Trainer Serge Aubin ist der Schlüssel

Bereits in der ersten Spielzeit, die bekanntlich nach der Hauptrunde endete, beglückten die Eisbären die Zuschauer: innen mit Powerhockey und Spielverläufen, die selbst dann Spaß machten, wenn die Eisbären als Verlierer vom Eis gehen mussten. Nach und nach entstand ein Kader, der nicht nur sehenswert, sondern auch höchst erfolgreich das System Aubins interpretiert. Durch die Bank schwärmen Spieler geradezu von den Führungsqualitäten ihres Trainers. Bleibt aus Sicht der Eisbären nur zu hoffen, dass allzu große Verlockungen aus Nordamerika für Aubin ausbleiben.

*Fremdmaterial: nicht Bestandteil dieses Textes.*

"""Malformed saved reports in real Chromium: each shows a short notice for that output only; every
cell of the notebook renders and the review panel lists the valid reports. Acknowledging needs
the reviewer name from the settings."""

import copy
import json

import pytest

import chemcheck

from .conftest import code_cell, open_notebook, save_notebook

pytestmark = pytest.mark.browser

SHORT = "CCCCN.CC(=O)Cl>>CCCCNC(C)=O"
FLAGGED = "Nc1ccccc1.CC(=O)Cl>AlCl3>CC(=O)c1ccc(N)cc1"
UNREADABLE = "This chemcheck output could not be read."


def _bundle(reaction, damage=None):
    bundle = chemcheck.check(reaction)._repr_mimebundle_()
    if damage:
        payload = copy.deepcopy(bundle[chemcheck.MIME_TYPE])
        damage(payload)
        bundle[chemcheck.MIME_TYPE] = payload
    return bundle


def _cell(cell_id, bundle):
    return code_cell("chemcheck.check(...)", outputs=[{"output_type": "display_data", "data": bundle, "metadata": {}}], cell_id=cell_id)


def _set(key, value):
    def damage(payload):
        target, _, last = key.rpartition(".")
        node = payload
        for part in filter(None, target.split(".")):
            node = node[int(part)] if part.isdigit() else node[part]
        if value is _DELETE:
            del node[last]
        else:
            node[int(last) if last.isdigit() else last] = value

    return damage


_DELETE = object()

# the inputs of the issue: each once hid the rest of its notebook
DAMAGES = {
    "atoms-null": _set("findings.0.atoms", None),
    "counts-missing": _set("counts", _DELETE),
    "null-finding": lambda p: p["findings"].append(None),
    "pka-text": _set("basicity.0.pka", "10.6"),
    "atoms-negative": _set("findings.0.atoms", [[-1, 0]]),
}


def test_malformed_reports_hide_nothing(lab, page):
    cells = [_cell("ok1", _bundle(SHORT))]
    cells += [_cell(name, _bundle(SHORT, damage)) for name, damage in DAMAGES.items()]
    cells += [_cell("ok2", _bundle(FLAGGED)), {"cell_type": "markdown", "id": "end", "metadata": {}, "source": "The end of the plan."}]
    lab.write_notebook("malformed.ipynb", cells)
    open_notebook(page, lab, "malformed.ipynb", wait_kernel=False)
    page.wait_for_function(
        f"() => document.querySelectorAll('.jp-OutputArea-output .cc-unreadable').length === {len(DAMAGES)}"
        " && document.querySelectorAll('.jp-OutputArea-output .cc-report').length === 2",
        timeout=60_000,
    )
    # every cell is there, the last one (markdown) rendered
    assert page.evaluate("() => window.jupyterapp.shell.currentWidget.content.widgets.length") == len(cells)
    page.evaluate(
        "async () => { const nb = window.jupyterapp.shell.currentWidget.content;"
        " nb.activeCellIndex = nb.widgets.length - 1; await nb.scrollToItem(nb.widgets.length - 1); }"
    )
    page.wait_for_function("() => [...document.querySelectorAll('.jp-MarkdownOutput')].some(n => n.textContent.includes('The end of the plan.'))", timeout=30_000)
    notices = page.locator(".jp-OutputArea-output .cc-unreadable")
    for i in range(len(DAMAGES)):
        assert UNREADABLE in notices.nth(i).inner_text()
    assert "$.findings[0].atoms" in notices.nth(0).inner_text()  # says where
    # the valid reports still render their findings
    assert page.locator('.jp-OutputArea-output .cc-finding[data-rule="acid-scavenger-short"]').count() >= 1
    assert page.locator('.jp-OutputArea-output .cc-finding[data-rule="lewis-acid-quenched-by-amine"]').count() >= 1
    # the panel lists the valid reports
    page.evaluate("window.jupyterapp.commands.execute('chemcheck:open-review')")
    page.wait_for_function("() => document.querySelectorAll('.cc-review-entry').length === 2", timeout=30_000)
    entries = page.locator(".cc-review-entry")
    # rows are named by execution count and compound labels: the first valid report is the
    # acylation, the second the Friedel-Crafts reaction
    assert "acetyl chloride" in entries.nth(0).inner_text()
    assert "Too little base" in entries.nth(0).inner_text()
    assert "Lewis acid" in entries.nth(1).inner_text()
    assert page.page_errors == []


def _settings_file(lab):
    # JUPYTERLAB_SETTINGS_DIR of the test lab (tests/browser/conftest.py)
    return lab.root.parent / "settings" / "chemcheck-jupyterlab" / "review.jupyterlab-settings"


@pytest.fixture
def no_reviewer_name(lab):
    path = _settings_file(lab)
    saved = path.read_text() if path.exists() else None
    if path.exists():
        path.unlink()
    yield
    if saved is not None:
        path.write_text(saved)


def test_acknowledging_needs_a_reviewer_name(lab, page, no_reviewer_name):
    lab.write_notebook("who.ipynb", [_cell("w1", _bundle(SHORT))])
    open_notebook(page, lab, "who.ipynb", wait_kernel=False)
    item = page.locator('.jp-OutputArea-output .cc-finding[data-rule="acid-scavenger-short"]').first
    item.wait_for(timeout=60_000)
    item.locator(".cc-ack-button").click()
    item.locator(".cc-ack-note-input").fill("2 equiv used")
    item.locator(".cc-ack-save").click()
    page.wait_for_selector(".jp-Dialog", timeout=30_000)
    assert "Reviewer name" in page.locator(".jp-Dialog").inner_text()
    page.locator(".jp-Dialog button").last.click()
    page.wait_for_selector(".jp-Dialog", state="detached", timeout=30_000)
    meta = page.evaluate("() => window.jupyterapp.shell.currentWidget.content.widgets[0].model.getMetadata('chemcheck')")
    assert meta is None  # nothing stored under a guest name
    # with the name set in the settings, the acknowledgement records it
    path = _settings_file(lab)
    path.parent.mkdir(parents=True, exist_ok=True)
    path.write_text(json.dumps({"reviewerName": "A. Reviewer"}))
    open_notebook(page, lab, "who.ipynb", wait_kernel=False)
    item = page.locator('.jp-OutputArea-output .cc-finding[data-rule="acid-scavenger-short"]').first
    item.wait_for(timeout=60_000)
    item.locator(".cc-ack-button").click()
    item.locator(".cc-ack-note-input").fill("2 equiv used")
    item.locator(".cc-ack-save").click()
    page.wait_for_selector('.jp-OutputArea-output .cc-finding.cc-acknowledged[data-rule="acid-scavenger-short"]', timeout=30_000)
    save_notebook(page)
    [ack] = json.loads((lab.root / "who.ipynb").read_text())["cells"][0]["metadata"]["chemcheck"]["acknowledgements"]
    assert ack["who"] == "A. Reviewer"
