"""JupyterLab and real Chromium for browser tests (see ../../DEVELOPERS.md, "Browser tests").

One JupyterLab server per session on a free loopback port, with its runtime, config and IPython
folders in a temporary directory; one Chromium (Debian's, never a downloaded build) driven by
Playwright. Everything is stopped at the end of the session.
"""

from __future__ import annotations

import json
import os
import shutil
import signal
import socket
import subprocess
import sys
import tempfile
import time
import urllib.request
from pathlib import Path

import pytest

from ..conftest import chromium_path

pytestmark = pytest.mark.browser


def _free_port() -> int:
    with socket.socket() as s:
        s.bind(("127.0.0.1", 0))
        return s.getsockname()[1]


class Lab:
    def __init__(self, root: Path, port: int, proc: subprocess.Popen):
        self.root = root
        self.port = port
        self.proc = proc
        self.url = f"http://127.0.0.1:{port}"

    def write_notebook(self, name: str, cells: list[dict], metadata: dict | None = None) -> Path:
        nb = {
            "cells": cells,
            "metadata": metadata
            or {"kernelspec": {"name": "python3", "display_name": "Python 3", "language": "python"}},
            "nbformat": 4,
            "nbformat_minor": 5,
        }
        path = self.root / name
        path.write_text(json.dumps(nb))
        return path


def code_cell(source: str, outputs: list | None = None, metadata: dict | None = None, cell_id: str | None = None) -> dict:
    return {
        "cell_type": "code",
        "id": cell_id or f"c{abs(hash(source)) % 10**8}",
        "metadata": metadata or {},
        "source": source,
        "execution_count": None,
        "outputs": outputs or [],
    }


@pytest.fixture(scope="session")
def lab():
    tmp = Path(tempfile.mkdtemp(prefix="chemcheck-lab-"))
    root = tmp / "notebooks"
    root.mkdir()
    env = dict(os.environ)
    for var, sub in (("JUPYTER_RUNTIME_DIR", "runtime"), ("JUPYTER_CONFIG_DIR", "config"), ("IPYTHONDIR", "ipython")):
        (tmp / sub).mkdir()
        env[var] = str(tmp / sub)
    env["JUPYTERLAB_SETTINGS_DIR"] = str(tmp / "settings")
    # no news pop-up over the screenshots
    news = tmp / "settings" / "@jupyterlab" / "apputils-extension"
    news.mkdir(parents=True)
    (news / "notification.jupyterlab-settings").write_text('{"fetchNews": "false"}')
    # the extension built in this checkout wins over the one linked into the environment
    built = Path(__file__).resolve().parents[2] / "chemcheck" / "labextension"
    if (built / "package.json").exists():
        (tmp / "data" / "labextensions").mkdir(parents=True)
        (tmp / "data" / "labextensions" / "chemcheck-jupyterlab").symlink_to(built)
        env["JUPYTER_PATH"] = os.pathsep.join([str(tmp / "data"), *filter(None, [env.get("JUPYTER_PATH")])])
    env["PYTHONPATH"] = os.pathsep.join([str(Path(__file__).resolve().parents[2]), *filter(None, [env.get("PYTHONPATH")])])
    env["JUPYTERLAB_WORKSPACES_DIR"] = str(tmp / "workspaces")
    port = _free_port()
    cmd = [
        sys.executable, "-m", "jupyterlab", "--no-browser", "--ServerApp.token=", "--ServerApp.password=",
        "--ServerApp.ip=127.0.0.1", f"--port={port}", "--ServerApp.port_retries=0",
        f"--ServerApp.root_dir={root}", "--LabApp.extension_manager=readonly",
        "--ServerApp.disable_check_xsrf=True", "--LabApp.news_url=", "--LabApp.expose_app_in_browser=True", "--LabApp.check_for_updates_class=jupyterlab.NeverCheckForUpdate",
    ]
    if os.geteuid() == 0:
        cmd.append("--allow-root")
    log = open(tmp / "lab.log", "w")
    proc = subprocess.Popen(cmd, env=env, stdout=log, stderr=subprocess.STDOUT, start_new_session=True)
    url = f"http://127.0.0.1:{port}/api/status"
    deadline = time.time() + 90
    while time.time() < deadline:
        if proc.poll() is not None:
            break
        try:
            with urllib.request.urlopen(url, timeout=2) as r:
                if r.status == 200:
                    break
        except OSError:
            time.sleep(0.3)
    else:
        proc.kill()
        raise RuntimeError("JupyterLab did not start: " + (tmp / "lab.log").read_text()[-2000:])
    if proc.poll() is not None:
        raise RuntimeError("JupyterLab exited: " + (tmp / "lab.log").read_text()[-2000:])
    try:
        yield Lab(root, port, proc)
    finally:
        try:
            os.killpg(proc.pid, signal.SIGTERM)
            proc.wait(timeout=15)
        except (ProcessLookupError, subprocess.TimeoutExpired):
            os.killpg(proc.pid, signal.SIGKILL)
        log.close()
        shutil.rmtree(tmp, ignore_errors=True)


@pytest.fixture(scope="session")
def browser_context():
    from playwright.sync_api import sync_playwright

    exe = chromium_path()
    profile = tempfile.mkdtemp(prefix="chemcheck-chromium-")
    with sync_playwright() as p:
        ctx = p.chromium.launch_persistent_context(
            profile,
            executable_path=exe,
            headless=True,
            args=[
                "--headless", "--no-sandbox", "--disable-gpu", "--disable-quic", "--no-first-run",
                "--disable-background-networking", "--disable-component-update", "--disable-sync",
            ],
            viewport={"width": 1400, "height": 1000},
        )
        try:
            yield ctx
        finally:
            ctx.close()
            shutil.rmtree(profile, ignore_errors=True)


@pytest.fixture
def page(browser_context):
    pg = browser_context.new_page()
    errors: list[str] = []
    pg.on("pageerror", lambda e: errors.append(str(e)))
    pg.page_errors = errors  # type: ignore[attr-defined]
    yield pg
    pg.close()


KERNEL_READY = """
async () => {
  const app = window.jupyterapp;
  const w = app && app.shell.currentWidget;
  if (!w || !w.sessionContext) { return false; }
  await w.context.ready;
  await w.sessionContext.ready;
  const k = w.sessionContext.session && w.sessionContext.session.kernel;
  return !!k && k.connectionStatus === 'connected' && k.status === 'idle';
}
"""


def open_notebook(page, lab: Lab, name: str, *, wait_kernel: bool = True):
    page.goto(f"{lab.url}/lab/tree/{name}?reset")
    page.wait_for_selector(".jp-Notebook", timeout=60_000)
    if wait_kernel:
        page.wait_for_function(KERNEL_READY, timeout=90_000, polling=250)


def run_all_cells(page):
    page.evaluate("window.jupyterapp.commands.execute('notebook:run-all-cells')")


def run_first_cell(page):
    page.evaluate(
        """async () => {
          const app = window.jupyterapp;
          const nb = app.shell.currentWidget.content;
          nb.activeCellIndex = 0;
          await app.commands.execute('notebook:run-cell');
        }"""
    )


def save_notebook(page, timeout: float = 60.0):
    """Save every open notebook and wait until each is clean on disk.

    The save is awaited in the page (its failure is reported, not lost); a dialog JupyterLab
    raises on the way (the file changed on disk, a kernel question) is answered so the save
    goes through, and its text is part of the failure message if the save never completes.
    """
    start = """() => {
          window.__ccSave = window.__ccSave || {};
          for (const w of window.jupyterapp.shell.widgets('main')) {
            if (!w.context || !w.context.model) continue;
            const path = w.context.path;
            if (window.__ccSave[path] === 'pending') continue;
            window.__ccSave[path] = 'pending';
            w.context.save().then(
              () => { window.__ccSave[path] = w.context.model.dirty ? 'dirty' : 'saved'; },
              err => { window.__ccSave[path] = 'failed: ' + err; }
            );
          }
        }"""
    page.evaluate("() => { window.__ccSave = {}; }")
    page.evaluate(start)
    deadline = time.monotonic() + timeout
    seen, attempts = [], 1
    while True:
        states = page.evaluate("() => window.__ccSave")
        if states and all(state == "saved" for state in states.values()):
            return
        dialog = page.locator(".jp-Dialog")
        if dialog.count():
            seen.append(dialog.first.inner_text())
            overwrite = dialog.first.locator("button", has_text="Overwrite")
            (overwrite if overwrite.count() else dialog.first.locator(".jp-mod-accept")).first.click()
        elif attempts < 4 and any(s != "pending" and s != "saved" for s in states.values()):
            attempts += 1  # changed again after the save (kernel metadata), or the save failed
            page.evaluate(start)
        if time.monotonic() > deadline:
            raise AssertionError(f"notebook not saved within {timeout} s: {states}; dialogs seen: {seen}")
        time.sleep(0.25)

Trainer Serge Aubin hat die Eisbären zum zweiten Mal zum Titel geführt. Foto: IMAGO/Passion2Press Vergrößern
Trainer Serge Aubin hat die Eisbären zum zweiten Mal zum Titel geführt. © IMAGO/Passion2Press

Dennoch warten große Herausforderungen auf die Berliner. Die größte besteht vielleicht darin, die Zuschauer: innen auch außerhalb eines Play-off-Finales gegen München zurück in die Halle zu holen. Es braucht noch viel Überzeugungsarbeit, bis es wieder selbstverständlich ist, am Freitagabend oder Sonntagnachmittag Eishockey zu gucken. Vergnügliche Besuche mit vielen Toren und erfolgreichen Gastgebern wie zuletzt sind jedenfalls eine gute Voraussetzung. Und derzeit spricht wenig dagegen, dass die aktuelle Erfolgsgeschichte in absehbarer Zeit enden wird.